DATA EXTRACT below:

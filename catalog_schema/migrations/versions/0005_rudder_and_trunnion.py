# SPDX-License-Identifier: MIT
"""The particulars the exact trunnion geometry, the ram gland and the rudder torque read: a
cylinder gear's trunnion distance, a ram gland's spigot bore, where the rudder carrier is, and the
rudder itself (one row per steering unit that gives one).

Rows recorded before this revision keep nulls (the particulars did not say), except that a ram or
cylinder steering gear's rudder carrier is set to 'separate': the particulars reader has always
taken it so, and a gear of that kind has no other place for it.

On SQLite a new CHECK rebuilds ``units`` and ``actuators`` (alembic's batch mode);
:func:`catalog_schema.migrate.upgrade` switches foreign keys off around it, so the rebuild of
``units`` does not cascade deletes to its child tables.

Revision ID: 0005
Revises: 0004
"""

import sqlalchemy as sa
from alembic import op

revision = "0005"
down_revision = "0004"
branch_labels = None
depends_on = None

# Frozen here, not imported from the tables.
CARRIER = ("rudder_carrier IS NULL OR rudder_carrier = 'separate' "
           "OR (rudder_carrier = 'in_actuator' AND actuator = 'rotary_vane')")
TRUNNION = "trunnion_distance IS NULL OR trunnion_distance > 0"
SPIGOT = "gland_spigot_bore IS NULL OR gland_spigot_bore > 0"
RUDDER_CHECKS = {
    "sizes": "area > 0 AND mean_height > 0",
    "area_forward": "area_forward >= 0 AND area_forward < area / 2",
    "speeds": "ahead_speed > 0 AND (astern_speed IS NULL OR astern_speed > 0)",
    "profile": "profile IN ('naca', 'flat_side', 'mixed', 'hollow', 'high_lift', 'fish_tail', 'single_plate')",
    "position": "position IN ('outside_jet', 'propeller_jet', 'behind_nozzle')",
}


def upgrade() -> None:
    with op.batch_alter_table("units") as batch:
        batch.add_column(sa.Column("rudder_carrier", sa.String(), nullable=True))
        batch.create_check_constraint(op.f("ck_units_rudder_carrier"), CARRIER)
    op.execute("UPDATE units SET rudder_carrier = 'separate' WHERE service = 'steering' AND actuator IN ('ram', 'cylinder')")
    with op.batch_alter_table("actuators") as batch:
        batch.add_column(sa.Column("trunnion_distance", sa.Float(), nullable=True))
        batch.add_column(sa.Column("gland_spigot_bore", sa.Float(), nullable=True))
        batch.create_check_constraint(op.f("ck_actuators_trunnion_distance"), TRUNNION)
        batch.create_check_constraint(op.f("ck_actuators_gland_spigot_bore"), SPIGOT)
    op.create_table(
        "rudders",
        sa.Column("unit_id", sa.Integer(), nullable=False),
        *[sa.Column(name, sa.Float(), nullable=False) for name in ("area", "mean_height", "area_forward", "ahead_speed")],
        sa.Column("profile", sa.String(), nullable=False),
        sa.Column("position", sa.String(), nullable=False),
        sa.Column("astern_speed", sa.Float(), nullable=True),
        sa.PrimaryKeyConstraint("unit_id", name="pk_rudders"),
        sa.ForeignKeyConstraint(["unit_id"], ["units.id"], name="fk_rudders_unit_id_units", ondelete="CASCADE"),
        *[sa.CheckConstraint(sql, name=op.f(f"ck_rudders_{label}")) for label, sql in RUDDER_CHECKS.items()],
    )


def downgrade() -> None:
    op.drop_table("rudders")
    with op.batch_alter_table("actuators") as batch:
        batch.drop_constraint(op.f("ck_actuators_gland_spigot_bore"), type_="check")
        batch.drop_constraint(op.f("ck_actuators_trunnion_distance"), type_="check")
        batch.drop_column("gland_spigot_bore")
        batch.drop_column("trunnion_distance")
    with op.batch_alter_table("units") as batch:
        batch.drop_constraint(op.f("ck_units_rudder_carrier"), type_="check")
        batch.drop_column("rudder_carrier")
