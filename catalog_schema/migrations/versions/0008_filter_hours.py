# SPDX-License-Identifier: MIT
"""Filter hours: the running time since the last change of a filter position, as the particulars
state it (with the day it was read) and as a count on board reads it.

Filter positions saved before this revision keep nulls: their running time is not known, and the
changes due are worked out as before (the element in place taken as due).

Revision ID: 0008
Revises: 0007
"""

import sqlalchemy as sa
from alembic import op

revision = "0008"
down_revision = "0007"
branch_labels = None
depends_on = None

# Frozen here, not imported from the tables.
RUN_STATED = "run_since_change IS NULL OR run_since_change >= 0"
RUN_COUNTED = "run_since_change >= 0"


def upgrade() -> None:
    with op.batch_alter_table("filter_positions") as batch:
        batch.add_column(sa.Column("run_since_change", sa.Float(), nullable=True))
        batch.add_column(sa.Column("run_read_on", sa.Date(), nullable=True))
        batch.create_check_constraint(op.f("ck_filter_positions_run_since_change"), RUN_STATED)
    op.create_table(
        "filter_counts",
        sa.Column("vessel_id", sa.String(), nullable=False),
        sa.Column("unit_ref", sa.String(), nullable=False),
        sa.Column("position", sa.String(), nullable=False),
        sa.Column("run_since_change", sa.Float(), nullable=False),
        sa.Column("counted_on", sa.Date(), nullable=False),
        sa.PrimaryKeyConstraint("vessel_id", "unit_ref", "position", name="pk_filter_counts"),
        sa.ForeignKeyConstraint(["vessel_id"], ["vessels.id"], name="fk_filter_counts_vessel_id_vessels", ondelete="CASCADE"),
        sa.CheckConstraint(RUN_COUNTED, name=op.f("ck_filter_counts_run_since_change")),
    )


def downgrade() -> None:
    op.drop_table("filter_counts")
    with op.batch_alter_table("filter_positions") as batch:
        batch.drop_constraint(op.f("ck_filter_positions_run_since_change"), type_="check")
        batch.drop_column("run_read_on")
        batch.drop_column("run_since_change")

End of DATA EXTRACT.

> **EXERCISE AIM**: Search the records above for the string "versions". Report each line that has it.

> **YOUR SOLUTION**:
filename catalog_schema/migrations/versions/0005_rudder_and_trunnion.py
filename catalog_schema/migrations/versions/0008_filter_hours.py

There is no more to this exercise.